When a line of the listing below has the string "createdAt" in it, copy that line.

====

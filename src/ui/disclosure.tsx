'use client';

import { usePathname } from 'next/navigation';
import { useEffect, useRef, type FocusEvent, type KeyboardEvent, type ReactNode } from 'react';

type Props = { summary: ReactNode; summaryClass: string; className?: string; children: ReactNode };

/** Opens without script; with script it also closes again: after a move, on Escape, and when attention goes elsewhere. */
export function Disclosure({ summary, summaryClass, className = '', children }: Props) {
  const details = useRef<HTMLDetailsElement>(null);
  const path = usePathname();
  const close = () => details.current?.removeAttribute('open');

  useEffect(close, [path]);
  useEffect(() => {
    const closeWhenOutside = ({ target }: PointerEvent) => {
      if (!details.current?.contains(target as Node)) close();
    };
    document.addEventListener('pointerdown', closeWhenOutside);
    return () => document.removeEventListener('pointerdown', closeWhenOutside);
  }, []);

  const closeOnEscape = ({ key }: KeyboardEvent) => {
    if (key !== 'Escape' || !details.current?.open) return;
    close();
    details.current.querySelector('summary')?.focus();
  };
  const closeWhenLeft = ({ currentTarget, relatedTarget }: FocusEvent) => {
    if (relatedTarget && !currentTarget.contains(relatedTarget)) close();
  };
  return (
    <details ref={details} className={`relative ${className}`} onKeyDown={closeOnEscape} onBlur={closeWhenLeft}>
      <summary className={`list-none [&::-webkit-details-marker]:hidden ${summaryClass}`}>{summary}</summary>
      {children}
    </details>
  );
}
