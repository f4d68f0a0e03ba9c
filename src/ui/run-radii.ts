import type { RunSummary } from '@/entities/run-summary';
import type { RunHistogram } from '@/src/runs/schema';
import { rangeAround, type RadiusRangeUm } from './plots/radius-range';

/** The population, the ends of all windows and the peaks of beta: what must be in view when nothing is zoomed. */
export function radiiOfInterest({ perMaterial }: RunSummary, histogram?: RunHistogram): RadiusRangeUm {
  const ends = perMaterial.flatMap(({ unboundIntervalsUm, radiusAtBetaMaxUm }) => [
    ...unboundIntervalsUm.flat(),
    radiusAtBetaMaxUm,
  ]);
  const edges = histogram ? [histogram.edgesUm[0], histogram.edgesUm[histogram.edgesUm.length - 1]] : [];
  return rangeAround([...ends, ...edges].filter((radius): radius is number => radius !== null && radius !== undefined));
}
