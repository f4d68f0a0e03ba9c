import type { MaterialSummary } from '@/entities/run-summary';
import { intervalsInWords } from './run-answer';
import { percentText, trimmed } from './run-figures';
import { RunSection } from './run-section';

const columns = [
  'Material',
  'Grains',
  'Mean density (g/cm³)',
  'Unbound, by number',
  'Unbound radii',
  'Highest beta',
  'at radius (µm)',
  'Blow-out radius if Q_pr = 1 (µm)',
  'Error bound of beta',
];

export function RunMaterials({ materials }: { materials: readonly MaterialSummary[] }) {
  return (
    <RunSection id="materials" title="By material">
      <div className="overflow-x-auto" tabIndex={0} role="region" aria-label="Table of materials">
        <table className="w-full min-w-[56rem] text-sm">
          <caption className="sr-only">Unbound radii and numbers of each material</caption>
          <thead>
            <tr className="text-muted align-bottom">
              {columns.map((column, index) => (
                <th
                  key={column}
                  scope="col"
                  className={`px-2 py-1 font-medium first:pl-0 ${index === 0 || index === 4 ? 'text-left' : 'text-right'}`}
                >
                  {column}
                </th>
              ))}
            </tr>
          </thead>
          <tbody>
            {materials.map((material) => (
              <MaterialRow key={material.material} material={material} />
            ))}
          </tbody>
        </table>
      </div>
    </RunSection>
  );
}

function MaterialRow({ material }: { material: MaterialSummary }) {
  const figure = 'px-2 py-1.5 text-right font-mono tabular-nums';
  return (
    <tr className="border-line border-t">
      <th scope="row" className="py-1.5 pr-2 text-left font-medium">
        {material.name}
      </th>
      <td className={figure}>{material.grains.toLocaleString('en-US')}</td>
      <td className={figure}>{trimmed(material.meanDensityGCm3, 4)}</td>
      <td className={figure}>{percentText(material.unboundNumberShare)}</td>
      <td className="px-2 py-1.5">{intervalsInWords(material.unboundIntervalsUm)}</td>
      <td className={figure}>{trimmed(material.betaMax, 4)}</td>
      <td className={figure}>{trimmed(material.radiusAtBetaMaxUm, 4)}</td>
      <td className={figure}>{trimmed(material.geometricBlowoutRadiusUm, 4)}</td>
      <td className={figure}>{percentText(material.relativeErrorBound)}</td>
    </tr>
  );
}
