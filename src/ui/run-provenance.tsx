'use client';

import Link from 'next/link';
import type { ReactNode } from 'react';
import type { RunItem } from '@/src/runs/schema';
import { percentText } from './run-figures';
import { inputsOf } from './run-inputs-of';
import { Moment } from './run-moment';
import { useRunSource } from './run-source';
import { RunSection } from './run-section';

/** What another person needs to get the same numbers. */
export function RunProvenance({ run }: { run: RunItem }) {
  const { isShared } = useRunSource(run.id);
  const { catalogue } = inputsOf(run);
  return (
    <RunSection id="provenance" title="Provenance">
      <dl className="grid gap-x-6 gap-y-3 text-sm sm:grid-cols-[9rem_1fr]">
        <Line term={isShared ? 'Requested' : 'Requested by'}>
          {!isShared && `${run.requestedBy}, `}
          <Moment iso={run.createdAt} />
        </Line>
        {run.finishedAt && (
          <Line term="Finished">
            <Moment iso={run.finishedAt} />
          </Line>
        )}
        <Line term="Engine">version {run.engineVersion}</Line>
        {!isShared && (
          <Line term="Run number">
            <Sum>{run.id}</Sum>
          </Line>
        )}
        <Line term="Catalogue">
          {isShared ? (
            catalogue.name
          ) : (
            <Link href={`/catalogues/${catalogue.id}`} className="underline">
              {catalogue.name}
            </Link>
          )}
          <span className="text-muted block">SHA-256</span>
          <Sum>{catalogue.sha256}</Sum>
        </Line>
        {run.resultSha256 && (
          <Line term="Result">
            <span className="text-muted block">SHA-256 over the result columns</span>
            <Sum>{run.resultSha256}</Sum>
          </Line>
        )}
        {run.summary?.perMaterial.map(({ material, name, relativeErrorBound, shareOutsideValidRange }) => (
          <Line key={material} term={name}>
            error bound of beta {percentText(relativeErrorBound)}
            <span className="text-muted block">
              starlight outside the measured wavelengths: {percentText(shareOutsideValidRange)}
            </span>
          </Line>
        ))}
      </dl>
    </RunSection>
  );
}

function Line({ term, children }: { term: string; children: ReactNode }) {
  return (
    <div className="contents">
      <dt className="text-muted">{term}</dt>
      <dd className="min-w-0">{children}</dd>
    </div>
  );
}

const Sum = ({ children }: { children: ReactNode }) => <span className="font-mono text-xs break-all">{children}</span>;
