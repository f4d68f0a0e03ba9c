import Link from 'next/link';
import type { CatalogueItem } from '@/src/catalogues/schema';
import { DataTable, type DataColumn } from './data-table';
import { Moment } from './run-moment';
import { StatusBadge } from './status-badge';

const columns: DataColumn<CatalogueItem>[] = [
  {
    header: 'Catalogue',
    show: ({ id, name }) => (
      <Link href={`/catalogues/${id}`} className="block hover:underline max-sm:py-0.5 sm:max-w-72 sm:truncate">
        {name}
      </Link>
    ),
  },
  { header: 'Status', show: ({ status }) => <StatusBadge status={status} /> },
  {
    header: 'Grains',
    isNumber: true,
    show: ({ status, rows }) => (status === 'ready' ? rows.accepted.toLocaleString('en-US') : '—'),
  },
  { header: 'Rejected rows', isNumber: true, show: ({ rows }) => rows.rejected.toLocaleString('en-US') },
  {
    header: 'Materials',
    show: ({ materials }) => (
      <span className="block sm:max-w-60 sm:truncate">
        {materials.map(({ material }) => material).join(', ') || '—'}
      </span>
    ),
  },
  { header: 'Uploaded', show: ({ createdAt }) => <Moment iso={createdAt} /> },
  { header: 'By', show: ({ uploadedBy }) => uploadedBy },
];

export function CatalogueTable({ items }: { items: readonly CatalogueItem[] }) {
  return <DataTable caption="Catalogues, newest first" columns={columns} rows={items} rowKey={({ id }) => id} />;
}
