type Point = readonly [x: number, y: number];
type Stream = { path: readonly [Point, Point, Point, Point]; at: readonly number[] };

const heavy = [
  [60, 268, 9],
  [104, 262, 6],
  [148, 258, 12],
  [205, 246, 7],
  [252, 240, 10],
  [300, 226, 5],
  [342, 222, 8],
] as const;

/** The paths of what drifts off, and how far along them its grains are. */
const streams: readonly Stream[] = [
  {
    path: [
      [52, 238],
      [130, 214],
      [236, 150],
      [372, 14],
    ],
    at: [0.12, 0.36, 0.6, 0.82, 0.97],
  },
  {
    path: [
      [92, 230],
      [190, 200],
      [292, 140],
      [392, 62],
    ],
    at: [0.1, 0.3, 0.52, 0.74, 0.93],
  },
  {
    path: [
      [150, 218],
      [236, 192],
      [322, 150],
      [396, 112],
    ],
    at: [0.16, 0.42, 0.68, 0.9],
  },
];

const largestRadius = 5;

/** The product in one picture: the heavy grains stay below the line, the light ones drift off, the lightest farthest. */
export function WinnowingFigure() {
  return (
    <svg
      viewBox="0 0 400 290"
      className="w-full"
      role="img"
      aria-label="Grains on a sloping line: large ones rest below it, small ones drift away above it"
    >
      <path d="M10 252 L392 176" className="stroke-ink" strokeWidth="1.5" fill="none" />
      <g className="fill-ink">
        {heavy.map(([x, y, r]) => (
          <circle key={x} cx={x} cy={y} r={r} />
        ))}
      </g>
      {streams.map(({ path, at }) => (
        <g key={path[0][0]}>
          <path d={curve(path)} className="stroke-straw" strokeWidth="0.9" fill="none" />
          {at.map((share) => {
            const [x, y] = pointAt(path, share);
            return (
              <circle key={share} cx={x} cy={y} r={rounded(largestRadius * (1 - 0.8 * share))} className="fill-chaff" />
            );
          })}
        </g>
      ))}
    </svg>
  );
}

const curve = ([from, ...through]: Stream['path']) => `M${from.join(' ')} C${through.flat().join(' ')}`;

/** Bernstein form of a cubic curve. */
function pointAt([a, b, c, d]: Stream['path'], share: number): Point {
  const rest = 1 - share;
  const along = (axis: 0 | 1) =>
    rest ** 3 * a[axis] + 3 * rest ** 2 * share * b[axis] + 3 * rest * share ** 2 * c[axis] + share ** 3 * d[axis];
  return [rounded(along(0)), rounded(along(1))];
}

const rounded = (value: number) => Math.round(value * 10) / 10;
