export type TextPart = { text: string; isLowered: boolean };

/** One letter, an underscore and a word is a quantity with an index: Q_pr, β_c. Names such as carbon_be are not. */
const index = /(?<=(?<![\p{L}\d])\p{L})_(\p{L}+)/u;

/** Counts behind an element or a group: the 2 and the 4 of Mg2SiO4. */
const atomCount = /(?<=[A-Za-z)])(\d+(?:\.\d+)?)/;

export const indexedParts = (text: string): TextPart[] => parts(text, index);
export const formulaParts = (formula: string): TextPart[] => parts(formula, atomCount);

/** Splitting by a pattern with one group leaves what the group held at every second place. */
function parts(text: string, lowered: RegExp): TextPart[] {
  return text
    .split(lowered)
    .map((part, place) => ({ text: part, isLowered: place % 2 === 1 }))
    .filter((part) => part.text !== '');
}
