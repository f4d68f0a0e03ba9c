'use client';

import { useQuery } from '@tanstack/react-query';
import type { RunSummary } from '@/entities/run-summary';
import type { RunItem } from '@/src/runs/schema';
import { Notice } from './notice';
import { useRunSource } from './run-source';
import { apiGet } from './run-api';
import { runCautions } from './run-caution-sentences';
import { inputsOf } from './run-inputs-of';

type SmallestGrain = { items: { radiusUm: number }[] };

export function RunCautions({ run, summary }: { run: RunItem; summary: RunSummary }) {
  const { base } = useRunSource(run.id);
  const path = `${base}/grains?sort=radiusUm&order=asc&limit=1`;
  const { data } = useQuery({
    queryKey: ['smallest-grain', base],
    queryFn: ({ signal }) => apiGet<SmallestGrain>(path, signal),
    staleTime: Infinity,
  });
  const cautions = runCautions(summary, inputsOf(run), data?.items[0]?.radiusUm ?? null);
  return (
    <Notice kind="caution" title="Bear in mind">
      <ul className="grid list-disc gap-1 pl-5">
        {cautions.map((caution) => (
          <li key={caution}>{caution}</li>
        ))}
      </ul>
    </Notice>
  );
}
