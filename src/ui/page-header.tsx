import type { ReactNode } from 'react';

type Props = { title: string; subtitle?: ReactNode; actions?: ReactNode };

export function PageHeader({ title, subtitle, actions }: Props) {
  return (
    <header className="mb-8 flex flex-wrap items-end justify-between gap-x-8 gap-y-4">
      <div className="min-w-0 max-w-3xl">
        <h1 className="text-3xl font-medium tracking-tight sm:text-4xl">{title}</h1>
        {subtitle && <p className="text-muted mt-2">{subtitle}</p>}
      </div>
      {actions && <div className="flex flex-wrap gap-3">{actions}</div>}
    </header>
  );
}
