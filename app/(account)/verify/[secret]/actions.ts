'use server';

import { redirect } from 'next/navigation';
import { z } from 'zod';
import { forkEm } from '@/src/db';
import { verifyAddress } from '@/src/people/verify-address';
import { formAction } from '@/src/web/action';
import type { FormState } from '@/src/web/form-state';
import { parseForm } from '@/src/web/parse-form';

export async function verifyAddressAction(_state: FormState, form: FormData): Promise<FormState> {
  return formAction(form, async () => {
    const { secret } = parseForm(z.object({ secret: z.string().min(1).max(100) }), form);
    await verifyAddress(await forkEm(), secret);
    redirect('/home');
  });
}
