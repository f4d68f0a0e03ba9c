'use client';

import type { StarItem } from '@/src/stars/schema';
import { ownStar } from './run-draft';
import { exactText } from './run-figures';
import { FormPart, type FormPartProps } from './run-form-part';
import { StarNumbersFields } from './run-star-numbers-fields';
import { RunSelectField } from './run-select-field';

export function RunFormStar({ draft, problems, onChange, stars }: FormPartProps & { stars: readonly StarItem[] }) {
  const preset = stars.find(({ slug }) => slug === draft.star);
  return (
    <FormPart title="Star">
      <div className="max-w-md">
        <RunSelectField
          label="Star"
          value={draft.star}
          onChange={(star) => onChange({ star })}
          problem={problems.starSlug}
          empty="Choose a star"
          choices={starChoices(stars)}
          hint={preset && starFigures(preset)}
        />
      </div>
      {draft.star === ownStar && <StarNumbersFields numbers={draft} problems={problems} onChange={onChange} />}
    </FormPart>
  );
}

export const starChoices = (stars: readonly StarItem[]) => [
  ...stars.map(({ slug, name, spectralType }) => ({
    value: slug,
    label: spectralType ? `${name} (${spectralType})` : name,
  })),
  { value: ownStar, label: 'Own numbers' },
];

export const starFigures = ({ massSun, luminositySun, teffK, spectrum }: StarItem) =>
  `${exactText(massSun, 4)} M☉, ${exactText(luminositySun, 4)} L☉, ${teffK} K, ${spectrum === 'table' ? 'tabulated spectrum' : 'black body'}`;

====

| TASK RESULT |
          <Moment iso={run.createdAt} />
  { header: 'Uploaded', show: ({ createdAt }) => <Moment iso={createdAt} /> },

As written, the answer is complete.